ALTA Develops Principles for Amending Good Funds Laws

February 23, 2021

Good funds laws came into fruition in 1994 after Abbey Financial Corp. declared bankruptcy leaving nearly 1,000 customers with unfunded mortgages.

While requirements for good funds vary by state, the overall goal is to protect against fraud and preserve the integrity of the consumer funds that are held and disbursed in real estate transactions. Over the years, many states have passed legislation requiring funds over a certain dollar amount originating from a single party to a real estate transaction be wired funds as opposed to personal or cashier`s checks.

The title and title insurance and settlement services industries have long supported efforts to modernize the process for the handling of funds at the closing table, however, the emergence of transfers involving digital funds has added a new wrinkle to what constitutes good funds.
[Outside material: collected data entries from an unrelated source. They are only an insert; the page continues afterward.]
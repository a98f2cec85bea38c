import { describe, expect, it } from "vitest";
import { permissionsFor, roleCan } from "@/lib/workspace/roles";
import { allowedNextStatuses, canChangeStatus } from "@/lib/workspace/status";

describe("roles", () => {
  it("gives a PI everything, a Co-I editing, a viewer reading only", () => {
    expect(permissionsFor("pi")).toEqual({ canEdit: true, canManage: true, canDelete: true });
    expect(permissionsFor("coi")).toEqual({ canEdit: true, canManage: false, canDelete: false });
    expect(permissionsFor("viewer")).toEqual({ canEdit: false, canManage: false, canDelete: false });
    expect(roleCan("viewer", "read")).toBe(true);
  });
});

describe("status transitions", () => {
  it("follows candidate → accepted → scheduled → observed", () => {
    expect(canChangeStatus("candidate", "accepted")).toBe(true);
    expect(canChangeStatus("accepted", "scheduled")).toBe(true);
    expect(canChangeStatus("scheduled", "observed")).toBe(true);
  });

  it("allows dropping before observation and reinstating as a candidate", () => {
    expect(canChangeStatus("scheduled", "dropped")).toBe(true);
    expect(canChangeStatus("dropped", "candidate")).toBe(true);
    expect(canChangeStatus("dropped", "scheduled")).toBe(false);
  });

  it("never skips a step or leaves observed", () => {
    expect(canChangeStatus("candidate", "observed")).toBe(false);
    expect(canChangeStatus("candidate", "scheduled")).toBe(false);
    expect(allowedNextStatuses("observed")).toEqual([]);
    expect(canChangeStatus("observed", "observed")).toBe(true);
  });
});
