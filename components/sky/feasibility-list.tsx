import type { FeasibilityItem } from "@/lib/workspace/verdicts";
import { verdictClass, verdictLabels } from "@/components/workspace/format";

/** A target's feasibility verdicts, each with the number behind it. */
export function FeasibilityList({ items }: { items: FeasibilityItem[] }) {
  return (
    <dl className="grid grid-cols-[auto_1fr] gap-x-4 gap-y-1 text-sm" data-testid="feasibility">
      {items.map((item) => (
        <div key={item.id} className="contents">
          <dt className="text-dusk-dim">{item.question}</dt>
          <dd data-testid={`feasibility-${item.id}`}>
            <span className={`font-semibold ${verdictClass[item.verdict]}`}>{verdictLabels[item.verdict]}</span>{" "}
            <span className="tabular-nums text-dusk-dim">{item.figure}</span>
          </dd>
        </div>
      ))}
    </dl>
  );
}
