import { describe, expect, it } from "vitest";
import { DAY_S } from "@/lib/physics";
import { defaultPhotometrySettings } from "@/lib/workspace/photometry-schema";
import { deriveTargetColumns, lensSolutionOf, targetCaseReport, targetSchedules, type FeasibilitySettings } from "@/lib/workspace/derived";
import { microlensingFigures } from "@/lib/workspace/microlensing-figures";
import { instrumentSchema } from "@/lib/workspace/proposal-schema";
import { parseEventPeakJdUtc } from "@/lib/workspace/event-peak";
import { createTargetSchema, lensHypothesisErrors } from "@/lib/workspace/target-schema";

/**
 * A target's fitted Einstein time replaces θ_E/μ_rel wherever the product reads t_E: the stored
 * crossing time, the science case's event and peak windows, and the photon budget's visits.
 */

/** An invented southern site, one visit a night (24 h cadence), a cycle over the bulge season, a 1 m telescope. */
const southern: FeasibilitySettings = {
  site: { name: "Test ridge", latitudeDeg: -30.2, longitudeDeg: -70.7, elevationM: 2200, horizonLimitDeg: 20 },
  instrument: instrumentSchema.parse({ resolutionMas: 50, cadenceHours: 24, campaignLengthDays: 90 }),
  photometry: { ...defaultPhotometrySettings, apertureM: 1 },
  cycleStartDate: "2031-02-01",
  cycleEndDate: "2031-08-02",
};
const t0 = parseEventPeakJdUtc("2031-06-20 04:00");
/** The bulge event of tests/unit/workspace/derived.test.ts: θ_E/μ_rel = 40.4 d at u0 = 0.1. */
const event = { lensModel: "point" as const, lensMassSolar: 0.3, lensDistancePc: 4000, sourceDistancePc: 8000, sourceOffsetThetaE: 0.1, properMotionMasPerYr: 5, eventPeakJdUtc: t0, sourceMagnitude: 19 };
const [schedule] = targetSchedules(southern, [{ raDeg: 269.3, decDeg: -29.2 }]);
const visits = schedule!.visitsJdUtc;
/** Visits starting in [from, to], counted here from the schedule's own list. */
const visitsIn = (from: number, to: number) => visits.filter((jd) => jd >= from && jd <= to).length;
const answer = (columns: ReturnType<typeof deriveTargetColumns>, id: string) => columns.caseAnswers.find((a) => a.id === id)!;

describe("a target with a fitted Einstein time", () => {
  const derivedTE = lensSolutionOf(event)!.solution.einsteinTimeS! / DAY_S;
  const fittedTE = derivedTE / 2;
  const asTyped = deriveTargetColumns(event, southern, schedule);
  const fitted = deriveTargetColumns({ ...event, einsteinTimeDays: fittedTE }, southern, schedule);

  it("stores the fitted t_E as its crossing time, keeping θ_E and the typed proper motion", () => {
    // t_E = θ_E/μ_rel (Paczyński 1986, ApJ 304, 1): 0.5535 mas / 5 mas/yr = 40.4 d for the hypothesis.
    expect(asTyped.crossingTimeDays).toBeCloseTo(40.37, 2);
    expect(fitted.crossingTimeDays! / fittedTE).toBeCloseTo(1, 14);
    expect(fitted.einsteinRadiusMas).toBe(asTyped.einsteinRadiusMas);
    expect(lensSolutionOf({ ...event, einsteinTimeDays: fittedTE })!.solution.einsteinTimeS! / DAY_S).toBeCloseTo(fittedTE, 12);
  });

  it("samples the peak over t0 ± u0·t_E of the fitted t_E: halving it halves the window and turns the peak's answer from feasible to marginal", () => {
    // t_eff = u0·t_E (common practice, as the peak-visits rule cites); five or more visits trace the peak, two to four its height (our rule).
    const before = answer(asTyped, "peak-visits");
    const after = answer(fitted, "peak-visits");
    expect(before.figure).toBe(`${visitsIn(t0 - 0.1 * derivedTE, t0 + 0.1 * derivedTE)} visits within ±4.04 d of t0`);
    expect(after.figure).toBe(`${visitsIn(t0 - 0.1 * fittedTE, t0 + 0.1 * fittedTE)} visits within ±2.02 d of t0`);
    expect(before.verdict).toBe("feasible");
    expect(after.verdict).toBe("marginal");
    expect(fitted.caseVerdict).toBe("marginal");
  });

  it("counts the event's visits and the photon budget's over t0 ± t_E of the fitted t_E", () => {
    // The event is t0 ± t_E (common practice, as the event-visits rule cites).
    const inEvent = visitsIn(t0 - fittedTE, t0 + fittedTE);
    expect(answer(fitted, "event-visits").figure).toBe(`${inEvent} visits in t0 ± t_E (±20.2 d)`);
    const report = targetCaseReport({ ...event, einsteinTimeDays: fittedTE }, southern, schedule)!;
    if (!("budget" in report.photonBudget)) throw new Error("no photon budget");
    expect(report.photonBudget.budget.visitsJdUtc.length).toBe(inEvent);
    expect(fitted.timeRequestHours).toBeLessThan(asTyped.timeRequestHours!);
  });

  it("derives finite columns and answers at both ends of the accepted range (0.001 d and 100 000 d), with a schedule", () => {
    for (const einsteinTimeDays of [1e-3, 1e5]) {
      const columns = deriveTargetColumns({ ...event, einsteinTimeDays }, southern, schedule);
      expect(columns.crossingTimeDays! / einsteinTimeDays).toBeCloseTo(1, 14);
      for (const value of [columns.timeRequestHours, columns.peakSignalToNoise]) if (value !== null) expect(Number.isFinite(value)).toBe(true);
      for (const { figure, sentence } of columns.caseAnswers) expect(`${figure} ${sentence}`).not.toMatch(/NaN|Infinity|undefined|null/);
    }
  });

  it("gives a hypothesis without a proper motion the fitted t_E, where it had none", () => {
    const { properMotionMasPerYr: _, ...withoutMotion } = event;
    expect(deriveTargetColumns(withoutMotion, southern, schedule).crossingTimeDays).toBeNull();
    const measured = deriveTargetColumns({ ...withoutMotion, einsteinTimeDays: 27.6 }, southern, schedule);
    expect(measured.crossingTimeDays).toBeCloseTo(27.6, 12);
    expect(answer(measured, "event-duration").figure).toBe("2 t_E = 55.2 d against 90 d");
  });
});

describe("a target with a fitted microlens parallax", () => {
  it("shows |π_E| = √(π_E,N² + π_E,E²) in place of π_rel/θ_E (the vector's length; Gould 2004, ApJ 606, 319)", () => {
    expect(microlensingFigures({ ...event, parallaxNorth: 0.3, parallaxEast: -0.4 })!.microlensParallax).toBeCloseTo(0.5, 15);
  });

  it("refuses one component without the other, and a t_E outside its range, naming the field", () => {
    expect(lensHypothesisErrors({ ...event, parallaxNorth: 0.3 })).toEqual({ parallaxEast: ["Give both components of the microlens parallax, π_E,N and π_E,E, or neither."] });
    const parsed = createTargetSchema.safeParse({ name: "T", ra: 10, dec: 10, priority: 1, ...event, einsteinTimeDays: "0 d" });
    expect(parsed.success).toBe(false);
    expect(parsed.error!.issues.map((issue) => [issue.path.join("."), issue.message])).toEqual([["einsteinTimeDays", "The fitted Einstein time t_E is from 0.001 to 100\u202f000 days (86 seconds to about 270 years)."]]);
  });

  it("reads a typed t_E with its unit into days (1 week = 7 d; 1 h = 1/24 d)", () => {
    const parsed = createTargetSchema.parse({ name: "T", ra: 10, dec: 10, priority: 1, ...event, einsteinTimeDays: "3 weeks" });
    expect(parsed.einsteinTimeDays).toBe(21);
    expect(createTargetSchema.parse({ name: "T", ra: 10, dec: 10, priority: 1, ...event, einsteinTimeDays: "6 h" }).einsteinTimeDays).toBe(0.25);
  });
});
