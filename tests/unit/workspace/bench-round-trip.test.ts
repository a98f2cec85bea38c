import { describe, expect, it } from "vitest";
import { computeResults } from "@/lib/bench/compute-results";
import { parseSketch } from "@/lib/bench/parse-sketch";
import { sketchFromSearchParams } from "@/lib/bench/sketch-state";
import { benchLink, hypothesisFromSketch } from "@/lib/workspace/bench-link";
import type { LensHypothesis } from "@/lib/workspace/target-schema";

const instrument = { resolutionMas: 60, cadenceHours: 6, campaignLengthDays: 120 };

/** Target → "Open in the lens bench" link → the bench's parse → "Save as target": the same hypothesis. */
function roundTrip(h: LensHypothesis): LensHypothesis {
  const query = new URL(benchLink(h, instrument), "http://arcwright.test").searchParams;
  const sketch = sketchFromSearchParams(Object.fromEntries(query));
  const parsed = parseSketch(sketch);
  if (!parsed.ok) throw new Error(`bench refused the link: ${JSON.stringify(parsed.fieldErrors)}`);
  const computed = computeResults(parsed.inputs);
  if (!computed.ok) throw new Error(computed.message);
  return hypothesisFromSketch(sketch, parsed.inputs, computed.results.lensPlane.betaThetaE);
}

describe("bench link and save-as-target are one mapping, read both ways", () => {
  it("a point lens with Galactic distances comes back unchanged", () => {
    const h: LensHypothesis = {
      lensModel: "point",
      lensMassSolar: 0.32,
      velocityDispersionKmPerS: null,
      lensDistancePc: 5200,
      sourceDistancePc: 8100,
      lensRedshift: null,
      sourceRedshift: null,
      sourceOffsetThetaE: 0.12,
      properMotionMasPerYr: 6.1,
    };
    expect(roundTrip(h)).toEqual(h);
  });

  it("an isothermal lens with redshifts comes back unchanged", () => {
    const h: LensHypothesis = {
      lensModel: "sis",
      lensMassSolar: null,
      velocityDispersionKmPerS: 245,
      lensDistancePc: null,
      sourceDistancePc: null,
      lensRedshift: 0.42,
      sourceRedshift: 1.85,
      sourceOffsetThetaE: 0.35,
      properMotionMasPerYr: 2,
    };
    expect(roundTrip(h)).toEqual(h);
  });
});
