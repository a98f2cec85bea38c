import { describe, expect, it } from "vitest";
import { slowdown } from "../../support/timing";
import { CoordinateError, degreesFieldText, formatDeclination, formatRightAscension, parseDeclinationDeg, parseRightAscensionDeg } from "@/lib/workspace/coordinates";

describe("right ascension", () => {
  it.each([
    ["17 45 40.04", 266.41683333],
    ["17:45:40.04", 266.41683333],
    ["17h45m40.04s", 266.41683333],
    ["0 0 0", 0],
    ["266.4168", 266.4168],
    ["266.4168d", 266.4168],
    [359.999, 359.999],
  ])("%s → %f degrees", (input, degrees) => {
    expect(parseRightAscensionDeg(input)).toBeCloseTo(degrees, 7);
  });

  it.each([
    ["24 00 00", /hours must be below 24/],
    ["12 60 00", /minutes must be below 60/],
    ["12 00 60", /seconds must be below 60/],
    ["-01 00 00", /cannot be negative/],
    ["360", /\[0, 360\)/],
    ["north", /hours "hh mm ss.s" or degrees/],
    ["", /hours "hh mm ss.s" or degrees/],
  ])("refuses %j", (input, message) => {
    expect(() => parseRightAscensionDeg(input)).toThrow(CoordinateError);
    expect(() => parseRightAscensionDeg(input)).toThrow(message);
  });
});

describe("declination", () => {
  it.each([
    ["-29 00 28.1", -29.00780556],
    ["-00 30 00", -0.5],
    ["+41d16m09s", 41.26916667],
    ["-29.0078", -29.0078],
    [90, 90],
  ])("%s → %f degrees", (input, degrees) => {
    expect(parseDeclinationDeg(input)).toBeCloseTo(degrees, 7);
  });

  it("keeps the sign of a declination between 0 and -1 degree", () => {
    expect(parseDeclinationDeg("-00 00 01")).toBeLessThan(0);
  });

  it.each(["-90 00 01", "91", "12 75 00"])("refuses %j", (input) => {
    expect(() => parseDeclinationDeg(input)).toThrow(CoordinateError);
  });
});

describe("display", () => {
  it("round-trips through the sexagesimal text", () => {
    expect(formatRightAscension(266.41683333)).toBe("17h45m40.04s");
    expect(formatDeclination(-29.00780556)).toBe("−29°00′28.1″");
    expect(parseRightAscensionDeg(formatRightAscension(123.456789).replace(/[hm]/g, " ").replace("s", ""))).toBeCloseTo(123.456789, 4);
  });

  it("reads back the declination it displays, true minus sign included (issue 15: a value copied from a paper or from our own page)", () => {
    // −29°00′28.1″ = −(29 + 0/60 + 28.1/3600)° by definition of the sexagesimal notation.
    expect(parseDeclinationDeg(formatDeclination(-29.00780556))).toBeCloseTo(-(29 + 28.1 / 3600), 10);
    expect(parseDeclinationDeg("\u221229.0078")).toBe(-29.0078);
  });

  it("never prints 60 seconds (regression: rounding carried into the next minute)", () => {
    expect(formatRightAscension(((59 * 60 + 59.999) / 3600) * 15)).toBe("01h00m00.00s");
    expect(formatDeclination(-(10 + 59 / 60 + 59.97 / 3600))).toBe("−11°00′00.0″");
  });
});

describe("hostile text (regression: a 3 KB coordinate held a server process for seconds)", () => {
  const refused = (parse: () => unknown) => () => expect(parse).toThrow(CoordinateError);

  it("answers long runs of spaces between the fields in linear time", async () => {
    const hostile = `1${" ".repeat(500)}1${" ".repeat(500)}x`;
    const ratio = await slowdown(refused(() => parseDeclinationDeg(hostile)), () => parseDeclinationDeg("-29 00 28.1"), { hostileCalls: 5, normalCalls: 100 });
    // Linear work on 1,003 characters against 11 stays well under this bound; the old pattern was 10^5 times slower.
    expect(ratio).toBeLessThan(1000);
  });

  it("still reads any spacing around the separators", () => {
    expect(parseRightAscensionDeg("17   45   40.04")).toBeCloseTo(266.41683333, 7);
    expect(parseRightAscensionDeg("17 h 45 m 40.04 s")).toBeCloseTo(266.41683333, 7);
    expect(parseDeclinationDeg("- 29 : 00 : 28.1")).toBeCloseTo(-29.00780556, 7);
  });
});

describe("degrees as a form field holds them (the target form and the bench link)", () => {
  it("reads back as the same double, with no exponent form the reader refuses", () => {
    expect(degreesFieldText(266.41683333333333)).toBe("266.41683333333333");
    // 1e-7 is "1e-7" in JavaScript's shortest form; fifteen decimals write it plainly.
    expect(degreesFieldText(1e-7)).toBe("0.000000100000000");
    expect(degreesFieldText(-5e-8)).toBe("-0.000000050000000");
    for (const value of [-29.00780555555556, 1e-7, -5e-8, 0]) expect(parseDeclinationDeg(degreesFieldText(value))).toBe(value);
    expect(parseRightAscensionDeg(degreesFieldText(266.41683333333333))).toBe(266.41683333333333);
  });
});
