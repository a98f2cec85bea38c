"use client";

import { addDaysIso } from "@/lib/astro/time";

interface NightDateControlProps {
  /** The night, by the local date of its evening, `YYYY-MM-DD`. */
  value: string;
  onChange: (nightDateIso: string) => void;
}

/** Pick the night: a date field and one-night steps either way. */
export function NightDateControl({ value, onChange }: NightDateControlProps) {
  const step = (days: number) => onChange(addDaysIso(value, days));
  const buttonClass = "rounded-md border border-void-edge px-3 py-1 text-dusk hover:border-ember";
  return (
    <div className="flex flex-wrap items-end gap-2">
      <button type="button" className={buttonClass} onClick={() => step(-1)} aria-label="Previous night">
        ‹
      </button>
      <label className="flex flex-col gap-1 text-sm font-semibold text-dusk">
        Night of (evening date)
        <input
          type="date"
          value={value}
          min="1900-01-01"
          max="2200-12-31"
          onChange={(event) => event.target.value && onChange(event.target.value)}
          className="rounded border border-void-edge bg-void px-2 py-1 font-mono text-dusk"
        />
      </label>
      <button type="button" className={buttonClass} onClick={() => step(1)} aria-label="Next night">
        ›
      </button>
    </div>
  );
}
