import { describe, expect, it } from "vitest";
import { compactObject, demoProposal, demoShadowProposal, demoTargets, faintCore, type DemoTarget } from "@/db/seed/demo-scenario";
import { demoCycle, demoInterferometer } from "@/db/seed/demo-sky-cycle";
import { deriveTargetColumns, targetSchedules, type FeasibilitySettings } from "@/lib/workspace/derived";
import { parseDeclinationDeg, parseRightAscensionDeg } from "@/lib/workspace/coordinates";
import { instrumentSchema } from "@/lib/workspace/proposal-schema";
import { defaultPhotometrySettings } from "@/lib/workspace/photometry-schema";

/**
 * The demo scenario's answers, as the seed stores them: every demo target has a case, and some fail
 * for a real reason a review panel would accept (issue 16 item 6).
 */
function answersOf(proposal: typeof demoProposal | typeof demoShadowProposal, list: DemoTarget[]) {
  const settings: FeasibilitySettings = { site: proposal.site, instrument: instrumentSchema.parse({ ...proposal.instrument, ...demoInterferometer }), photometry: defaultPhotometrySettings, ...demoCycle };
  const rows = list.map((t) => ({ ...t, raDeg: parseRightAscensionDeg(t.ra), decDeg: parseDeclinationDeg(t.dec) }));
  const schedules = targetSchedules(settings, rows);
  return new Map(rows.map((row, index) => [row.name, deriveTargetColumns(row, settings, schedules[index])]));
}

const main = answersOf(demoProposal, demoTargets);
const shadow = answersOf(demoShadowProposal, [compactObject, faintCore]);
const answer = (columns: ReturnType<typeof deriveTargetColumns> | undefined, id: string) => columns!.caseAnswers.find((a) => a.id === id)!;

describe("the demo proposal's science cases", () => {
  it("gives every demo target a case", () => {
    for (const columns of [...main.values(), ...shadow.values()]) expect(columns.answeredCase).not.toBeNull();
  });

  it("samples the June high-magnification event from the southern site", () => {
    expect(answer(main.get("Cinder Avocet"), "peak-window").verdict).toBe("feasible");
    expect(answer(main.get("Cinder Avocet"), "peak-visits").verdict).toBe("feasible");
  });

  it("fails an event whose peak falls in the bulge's season gap (early February, morning twilight)", () => {
    const gap = answer(main.get("Cinder Godwit"), "peak-window");
    expect(gap.verdict).not.toBe("feasible");
    expect(gap.sentence).toMatch(/season gap/);
    expect(answer(main.get("Cinder Godwit"), "peak-visits").verdict).toBe("infeasible");
  });

  it("fails a time delay longer than the lens's observing season", () => {
    const delay = answer(main.get("Quillfeather Lens"), "delay-season");
    expect(delay.verdict).toBe("infeasible");
    expect(delay.sentence).toMatch(/longer than the target's longest observing season/);
    expect(answer(main.get("Hollowmere Pair"), "delay-season").verdict).toBe("feasible");
  });

  it("grades the dark remnant as astrometric microlensing against 0.1 mas per epoch", () => {
    expect(main.get("Cinder Dunlin")!.answeredCase).toBe("astrometric-microlensing");
    expect(answer(main.get("Cinder Dunlin"), "astrometric-shift").verdict).toBe("feasible");
  });

  it("fails a shadow below λ/B and passes one above it", () => {
    expect(answer(shadow.get("Wick-4 core"), "shadow").verdict).toBe("infeasible");
    expect(answer(shadow.get("K-17 core"), "shadow").verdict).toBe("feasible");
  });
});
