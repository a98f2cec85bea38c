import { defaultPhotometrySettings } from "@/lib/workspace/photometry-schema";
import { describe, expect, it } from "vitest";
import { DERIVATION_VERSION, deriveTargetColumns, targetCaseReport, targetSchedule, targetSchedules, type FeasibilitySettings } from "@/lib/workspace/derived";
import { instrumentSchema } from "@/lib/workspace/proposal-schema";
import { parseEventPeakJdUtc } from "@/lib/workspace/event-peak";

/** An invented southern site and a cycle from February to early August (the bulge season). */
const southern: FeasibilitySettings = {
  site: { name: "Test ridge", latitudeDeg: -30.2, longitudeDeg: -70.7, elevationM: 2200, horizonLimitDeg: 20 },
  instrument: instrumentSchema.parse({ resolutionMas: 50, cadenceHours: 4, campaignLengthDays: 90 }),
  photometry: defaultPhotometrySettings,
  cycleStartDate: "2031-02-01",
  cycleEndDate: "2031-08-02",
};
const noCycle: FeasibilitySettings = { ...southern, cycleStartDate: null, cycleEndDate: null };

const bulgeTarget = { raDeg: 269.3, decDeg: -29.2 };
const bulgeEvent = (peak: string) => ({
  lensModel: "point" as const,
  lensMassSolar: 0.3,
  lensDistancePc: 4000,
  sourceDistancePc: 8000,
  sourceOffsetThetaE: 0.1,
  properMotionMasPerYr: 5,
  eventPeakJdUtc: parseEventPeakJdUtc(peak),
});

// Reference numbers worked by hand from the closed forms (Paczyński 1986; SIS per Schneider, Ehlers
// & Falco 1992), with GM☉/c² = 1476.625 m and 1 pc = 3.0856776e16 m.
describe("derived columns of a point lens in the Galaxy", () => {
  const h = { lensModel: "point" as const, lensMassSolar: 0.5, lensDistancePc: 4000, sourceDistancePc: 8000, sourceOffsetThetaE: 0.3, properMotionMasPerYr: 5 };
  const d = deriveTargetColumns(h, noCycle, null);

  it("gives θE, the image separation √(u²+4) θE and the total magnification", () => {
    expect(d.einsteinRadiusMas).toBeCloseTo(0.71344, 4);
    expect(d.imageSeparationMas! / d.einsteinRadiusMas!).toBeCloseTo(Math.sqrt(0.09 + 4), 12);
    // A(u) = (u² + 2)/(u √(u² + 4)) = 2.09/(0.3 · 2.02237) = 3.44477.
    expect(d.magnificationTotal).toBeCloseTo(3.44477, 4);
  });

  it("gives the crossing time θE/μ in days", () => {
    // 0.71344 mas / 5 mas/yr = 0.142688 yr = 52.117 d.
    expect(d.crossingTimeDays).toBeCloseTo(52.117, 2);
  });

  it("has a shadow far below any resolution for a stellar lens", () => {
    expect(d.shadowDiameterMicroarcsec).toBeGreaterThan(0);
    expect(d.shadowDiameterMicroarcsec).toBeLessThan(1e-4);
  });

  it("is stamped with the rules' version", () => {
    expect(d.derivationVersion).toBe(DERIVATION_VERSION);
  });
});

// The textbook Galactic-bulge event: 0.3 M☉ at 4 kpc, source at 8 kpc, u0 = 0.1. One watches
// its light curve: no question about resolving its images or timing their delay may be asked.
describe("a bulge microlensing event graded by its science case", () => {
  const inWinter = bulgeEvent("2031-06-20 04:00");
  const [schedule] = targetSchedules(southern, [bulgeTarget]);
  const report = targetCaseReport(inWinter, southern, schedule)!;
  const columns = deriveTargetColumns(inWinter, southern, schedule);

  it("is inferred to be a photometric microlensing event, with the reason stated", () => {
    expect(report.scienceCase).toMatchObject({ caseId: "photometric-microlensing", isChosen: false });
    expect(report.scienceCase.reason).toMatch(/brighten/);
    expect(columns.answeredCase).toBe("photometric-microlensing");
  });

  it("asks no resolution or time-delay question", () => {
    const ids = columns.caseAnswers.map((answer) => answer.id);
    expect(ids).toEqual(expect.arrayContaining(["peak-magnification", "event-visits", "peak-visits", "peak-window"]));
    expect(ids).not.toContain("image-separation");
    expect(ids.some((id) => id.startsWith("delay"))).toBe(false);
  });

  it("collects visits around a June peak from a southern site", () => {
    expect(schedule!.visitsJdUtc.length).toBeGreaterThan(100);
    const visits = columns.caseAnswers.find((answer) => answer.id === "event-visits")!;
    expect(visits.verdict).toBe("feasible");
    expect(columns.caseAnswers.find((answer) => answer.id === "peak-window")!.verdict).toBe("feasible");
  });

  it("says the peak is lost when the Galactic centre is behind the Sun (mid-December)", () => {
    const decemberCycle = { ...southern, cycleStartDate: "2031-11-25", cycleEndDate: "2032-01-05" };
    const [december] = targetSchedules(decemberCycle, [bulgeTarget]);
    const answers = deriveTargetColumns(bulgeEvent("2031-12-18"), decemberCycle, december).caseAnswers;
    const visits = answers.find((answer) => answer.id === "event-visits")!;
    expect(visits.verdict).toBe("infeasible");
    // Mid-December the Sun stands within a few degrees of the Galactic centre: up only in daylight.
    expect(visits.sentence).toMatch(/daylight|Sun/);
  });

  it("says which input is missing without a cycle", () => {
    const answers = deriveTargetColumns(inWinter, noCycle, null).caseAnswers;
    const visits = answers.find((answer) => answer.id === "event-visits")!;
    expect(visits.verdict).toBe("unknown");
    expect(visits.sentence).toMatch(/first and last nights/);
  });

  it("honours a case the team chose over the inferred one", () => {
    const chosen = targetCaseReport({ ...inWinter, scienceCase: "astrometric-microlensing" }, southern, schedule)!;
    expect(chosen.scienceCase).toEqual({ caseId: "astrometric-microlensing", isChosen: true, reason: null });
    expect(chosen.answers.map((answer) => answer.id)).toContain("astrometric-shift");
  });
});

describe("an isothermal galaxy lens", () => {
  const h = { lensModel: "sis" as const, velocityDispersionKmPerS: 250, lensRedshift: 0.5, sourceRedshift: 2, sourceOffsetThetaE: 0.3 };

  it("gives a separation of 2θE for a double", () => {
    const d = deriveTargetColumns(h, noCycle, null);
    expect(d.imageSeparationMas! / d.einsteinRadiusMas!).toBeCloseTo(2, 12);
    expect(d.timeDelayDays).toBeGreaterThan(0);
  });

  it("has no separation or delay with the source outside θE", () => {
    const d = deriveTargetColumns({ ...h, sourceOffsetThetaE: 1.5 }, noCycle, null);
    expect(d.imageSeparationMas).toBeNull();
    expect(d.timeDelayDays).toBeNull();
  });
});

describe("an incomplete hypothesis", () => {
  it("yields nulls and no answers rather than an error", () => {
    const d = deriveTargetColumns({ lensModel: "point", lensMassSolar: null, lensDistancePc: 4000, sourceDistancePc: 8000, sourceOffsetThetaE: 0.3 }, noCycle, null);
    expect(d).toMatchObject({ einsteinRadiusMas: null, answeredCase: null, caseVerdict: "unknown", caseAnswers: [] });
  });
});

// The kept single-target schedule must be the very schedule the batch computes (the batch is
// checked against astropy in tests/unit/schedule), handed back again for the same inputs only.
describe("one target's kept schedule", () => {
  it("is the batch's schedule, kept for the same conditions and coordinates", () => {
    const kept = targetSchedule(southern, bulgeTarget);
    expect(kept).toEqual(targetSchedules(southern, [bulgeTarget])[0]);
    expect(targetSchedule(southern, { ...bulgeTarget })).toBe(kept);
  });

  it("is simulated afresh when a condition or the coordinates change", () => {
    const kept = targetSchedule(southern, bulgeTarget);
    const slowerCadence = { ...southern, instrument: { ...southern.instrument, cadenceHours: 24 } };
    const other = targetSchedule(slowerCadence, bulgeTarget);
    expect(other).not.toBe(kept);
    expect(other).toEqual(targetSchedules(slowerCadence, [bulgeTarget])[0]);
    expect(other!.visitsJdUtc.length).toBeLessThan(kept!.visitsJdUtc.length);
    expect(targetSchedule(southern, { ...bulgeTarget, decDeg: -29.3 })).not.toBe(kept);
  });

  it("is null without cycle dates", () => {
    expect(targetSchedule(noCycle, bulgeTarget)).toBeNull();
  });
});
Payment services such as Venmo, Zelle and PayPal have emerged as new alternatives to automated clearing house (ACH) transactions and wire transfers. Coupled with the rise of the acceptance of cybercurrencies, updates to good funds laws should ensure new transfer methods have the same level of security, stability, payment assurance and consumer protection as the ones the industry currently relies upon.

ALTA believes new transfer methods that do not provide the same features as existing methods run the risk of funds being rescinded. This could lead to the loss of consumer funds, and title company defaults or bankruptcies. The ability to reverse funds for up to 90 days under current federal consumer financial protection laws may cause closing delays due to the risk of fraud or dispute, which is the case for ACH and credit card transactions. Widespread use of reversals could cause instability of liquidity for title companies, title underwriters and banks.

ALTA developed the following principles that should be considered when amending or modernizing good funds laws:

  • Bank-to-Bank Transfer: Each transaction should be considered a bank-to-bank transfer or deposit of funds and not treated as a consumer payment that includes protections allowing for reversals or is governed by the federal Electronic Funds Transfer Act and its implementing regulations. Transfers should not be considered as a consumer to business payment for goods or services (e.g. ACH or credit card).
  • Linked to Consumer’s Funds: Funds should be directly linked to and transferred from the consumer’s demand deposit account. Funds may not be sourced from a consumer’s credit card, cryptocurrency bitcoin or any other non-depository source.
  • Backed by U.S. Dollar: Funds should be transferred in USD or converted to USD prior to transfer.
  • Escrow Account Destination: Funds should be transferred from a consumer’s account at a depository institution directly into the settlement service provider’s escrow account. Funds shouldn’t move through other bank accounts or be transferred to cybercurrency payment ledgers before deposit in an escrow account.
  • Finality of Transfer: All funds transfer methods must be final with no ability to claw back or reverse the transaction.

ALTA developed several best practices title and settlement agents should consider when accepting digital funds from consumers. The procedures address the security, transfer and source of funds.